After all, in my circle, there is a kind of stubbornness that outsiders can never interpret. In fact, as sports students, we also want to get the understanding of others, especially our parents, but all this is unnecessary for me.

In this way, I left home, came to this strange city, started a new life and started my new proof.

No one knows that I was a sports student when I was studying here. I'm not afraid that people will alienate me if they know, but I don't think it's necessary to do that. You can't say you are a sports student as soon as you meet, so you won't become a monster in everyone's eyes.

Only occasionally when chatting with everyone, I said in a joking tone that I used to be a special student, and it was the kind that everyone didn't agree with. At this time, everyone also asked half-jokingly and half-seriously if they had practiced any major. At this time, I will tell them seriously that I have practiced track and field, 400 meters, 1500 meters, 3 kilometers, and 4x 100 meters, 4x400 meters. Everyone burst into laughter when they heard it. What about me? It's also a faint smile, just kidding.

Everything could have passed peacefully, but who knows that a very unpleasant scene happened again.
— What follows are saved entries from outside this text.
"""What one step does to the normal modes of a column, by kind of wave."""

from __future__ import annotations

from collections.abc import Mapping, Sequence
from functools import lru_cache
from typing import Final

import numpy as np

from levelstride.accuracy.matched_errors import MatchedErrors, effective_frequency, matched_errors
from levelstride.accuracy.matching import Array, Follower, Mask
from levelstride.accuracy.wave_errors import ResolvedWaves, all_waves, resolved_waves
from levelstride.column.column import Advice, Column
from levelstride.operator.sampled_waves import sampled_wavenumbers
from levelstride.operator.wave import Wave
from levelstride.results.wave_errors import KindErrors, StepWaveErrors, WorstWave
from levelstride.schemes.scheme import TimeScheme
from levelstride.splitting.splitting import Splitting

__all__ = [
    "KindErrors",
    "StepWaveErrors",
    "WaveErrorsAtStep",
    "WorstWave",
    "column_waves",
    "step_wave_errors",
]

KIND_OF: Final[Mapping[str, str]] = {
    "gravity": "gravity",
    "sound": "sound",
    "Lamb": "lamb",
    "computational": "computational",
    "vortical": "computational",
}
"""Kinds of the record; what stands still but for wind and rotation goes with the computational."""


def step_wave_errors(
    column: Column,
    splitting: Splitting,
    tableau: TimeScheme,
    dt: float,
    *,
    resolved_only: bool = False,
) -> StepWaveErrors:
    """Say what one step does to every normal mode of a column.

    All air states and all sampled waves of at least 8 grid spacings are looked at. The modes of the
    column are found once and serve further tableaux, splittings and steps.

    Parameters
    ----------
    column : Column
    splitting : Splitting
    tableau : TimeScheme
    dt : float
        Step [s].
    resolved_only : bool
        Whether only the resolved gravity waves are matched, which is quicker.

    Raises
    ------
    CalculationError
        If an implicit stage has no solution at this step.
    """
    waves = column_waves(column) if resolved_only else _every_wave(column)
    return WaveErrorsAtStep(waves, splitting, tableau, column.advice).at(dt)


@lru_cache(maxsize=8)
def column_waves(column: Column) -> tuple[ResolvedWaves, ...]:
    """Find the resolved gravity waves of all air states at the sampled wavenumbers."""
    return tuple(w for air in column.airs for w in resolved_waves(column, air, _sample(column)))


@lru_cache(maxsize=1)
def _every_wave(column: Column) -> tuple[ResolvedWaves, ...]:
    return tuple(w for air in column.airs for w in all_waves(column, air, _sample(column)))


def _sample(column: Column) -> list[Wave]:
    return [Wave(float(k), column.horizontal) for k in sampled_wavenumbers(column.horizontal)]


class WaveErrorsAtStep:
    """Matched errors of one tableau and splitting at any step.

    Parameters
    ----------
    waves : sequence of ResolvedWaves
        With all modes, or the resolved gravity waves alone.
    splitting : Splitting
    tableau : TimeScheme
    limits : Advice
        The accuracy limits by which the worst wave is chosen.
    """

    def __init__(
        self,
        waves: Sequence[ResolvedWaves],
        splitting: Splitting,
        tableau: TimeScheme,
        limits: Advice,
    ) -> None:
        if tableau.kind == "explicit":
            splitting = splitting.without_implicit()
        self._waves, self._limits = [w for w in waves if w.modes.frequency.size], limits
        self._followers = [Follower(wave.parts(splitting), tableau) for wave in self._waves]

    def __len__(self) -> int:
        return len(self._waves)

    def at(self, dt: float) -> StepWaveErrors:
        """Return what one step of length ``dt`` [s] does to all waves.

        Raises
        ------
        CalculationError
            If an implicit stage has no solution at this step.
        """
        return self.join(dt, [self.one(k, dt) for k in range(len(self))])

    def longest_turn(self, dt: float) -> float:
        """Return by how much the fastest of the waves turns in one step [rad]."""
        fastest = (effective_frequency(wave.modes).max() for wave in self._waves)
        return dt * float(max(fastest, default=0.0))

    def one(self, k: int, dt: float) -> MatchedErrors:
        """Return what one step of length ``dt`` [s] does to one of the waves."""
        return matched_errors(self._waves[k], self._followers[k], dt)

    def join(self, dt: float, found: Sequence[MatchedErrors]) -> StepWaveErrors:
        """Join what was found at several waves into one record."""
        table = _Table(found)
        present = sorted({KIND_OF[kind] for kind in table.kind})
        of_kind = np.array([KIND_OF[kind] for kind in table.kind], dtype=object)
        return StepWaveErrors(
            dt,
            {kind: table.summary(of_kind == kind) for kind in present},
            table.summary(table.resolved),
            table.worst(table.resolved, self._limits),
            int(table.matched.sum()),
            int((~table.matched).sum()),
            int((~table.matched & table.resolved).sum()),
            sum(one.entangled for one in found),
            int(table.faint.sum()),
            max((one.growth_per_s for one in found), default=0.0),
        )


class _Table:
    """The modes of several waves one below the other."""

    def __init__(self, found: Sequence[MatchedErrors]) -> None:
        def joined(name: str, dtype: type) -> np.ndarray:
            parts = [getattr(one, name) for one in found]
            return np.concatenate(parts) if parts else np.zeros(0, dtype=dtype)

        self.found = found
        self.owner = np.repeat(np.arange(len(found)), [one.kind.size for one in found])
        self.kind = joined("kind", str)
        self.order = joined("vertical_order", int)
        self.frequency: Array = joined("frequency", float)
        self.error: Array = joined("frequency_error", float)
        self.per_period: Array = joined("per_period", float)
        self.per_hour: Array = joined("per_hour", float)
        self.matched: Mask = joined("matched", bool)
        self.faint: Mask = joined("faint", bool)
        self.resolved: Mask = joined("resolved", bool)

    def summary(self, chosen: Mask) -> KindErrors:
        """Worst and mean of some modes."""
        chosen = chosen & self.matched
        return KindErrors(
            int(chosen.sum()),
            _largest(self.error[chosen]),
            _largest(self.per_period[chosen]),
            _mean(self.per_period[chosen]),
            _largest(self.per_hour[chosen]),
            _mean(self.per_hour[chosen]),
        )

    def worst(self, chosen: Mask, limits: Advice) -> WorstWave | None:
        """The one of some modes that is furthest beyond the limits."""
        which = np.flatnonzero(chosen & self.matched)
        if which.size == 0:
            return None
        error = np.where(self.faint[which], 1.0, self.error[which])
        turned = error / max(limits.frequency_error, TINY_LIMIT)
        changed = np.abs(self.per_period[which]) / max(limits.amplitude_loss_per_period, TINY_LIMIT)
        at = int(np.argmax(np.maximum(turned, changed)))
        i = int(which[at])
        owner = self.found[int(self.owner[i])]
        return WorstWave(
            owner.air,
            owner.kappa,
            int(self.order[i]),
            2 * np.pi / float(self.frequency[i]),
            float(error[at]),
            float(self.per_period[i]),
            float(self.per_hour[i]),
        )


TINY_LIMIT: Final = 1e-300
"""Stands in for a limit of zero, which every error exceeds."""


def _largest(values: Array) -> float | None:
    values = values[np.isfinite(values)]
    return float(values[np.argmax(np.abs(values))]) if values.size else None


def _mean(values: Array) -> float | None:
    values = values[np.isfinite(values)]
    return float(values.mean()) if values.size else None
He should never say in front of so many people that sports students are a group of barbarians with simple minds and developed limbs. At that moment, who knows my heartache at that time, what is a simple mind and developed limbs, and what is a savage. I had an argument with that classmate in public. The students never imagined that this seemingly weak girl on weekdays would get angry for a "trivial matter" and be so barbaric.

Yes, savage? I actually have the word savage to describe myself at that time, but does it matter? I have long been used to those unfair comments, and our female sports students are better than those girls on weekdays. We should learn to bear those unfair burdens and unfair comments, and work harder than others to get everyone's approval, even without the right to cry.

Hey! Looking at my nonsense tonight, my heart is still aching, and the unpleasantness in the afternoon is still vivid.

If I didn't really understand why some people look down on sports students before I came to Shijiazhuang to go to school, it's different now. During these years here, I suddenly understood the meaning of those mocking eyes on sports students every day. But even so, I don't want others to say that sports are not good in public.

Evening star, am I kidding myself? I know why people look down on sports students. I still argued with that classmate in public today. Does my behavior prove the brutality of sports? I don't know, but I don't regret myself, I don't regret choosing Chinese when I filled in my volunteers for the college entrance examination, and I don't regret being a sports student.

I will always be a sports student who strives for his promise. I want everyone to see that sports students will also have an excellent side, not nothing but sports. I believe that in the near future, sports students will never be synonymous with simple mind and developed limbs.

No, not anymore.

This is the story of a female sports student. An overly stubborn me.

All right, evening star. My letter ends here. Late at night in early winter, although it is already cold in winter, it is really good to have a friend to talk to on such a night. At least, I am not alone in a strange city. This friend, Evening Star, is silently reading my letter and watching me speak silently.

Although choosing a promise is like choosing an endless road, I always believe that there is still your company in my sad moment.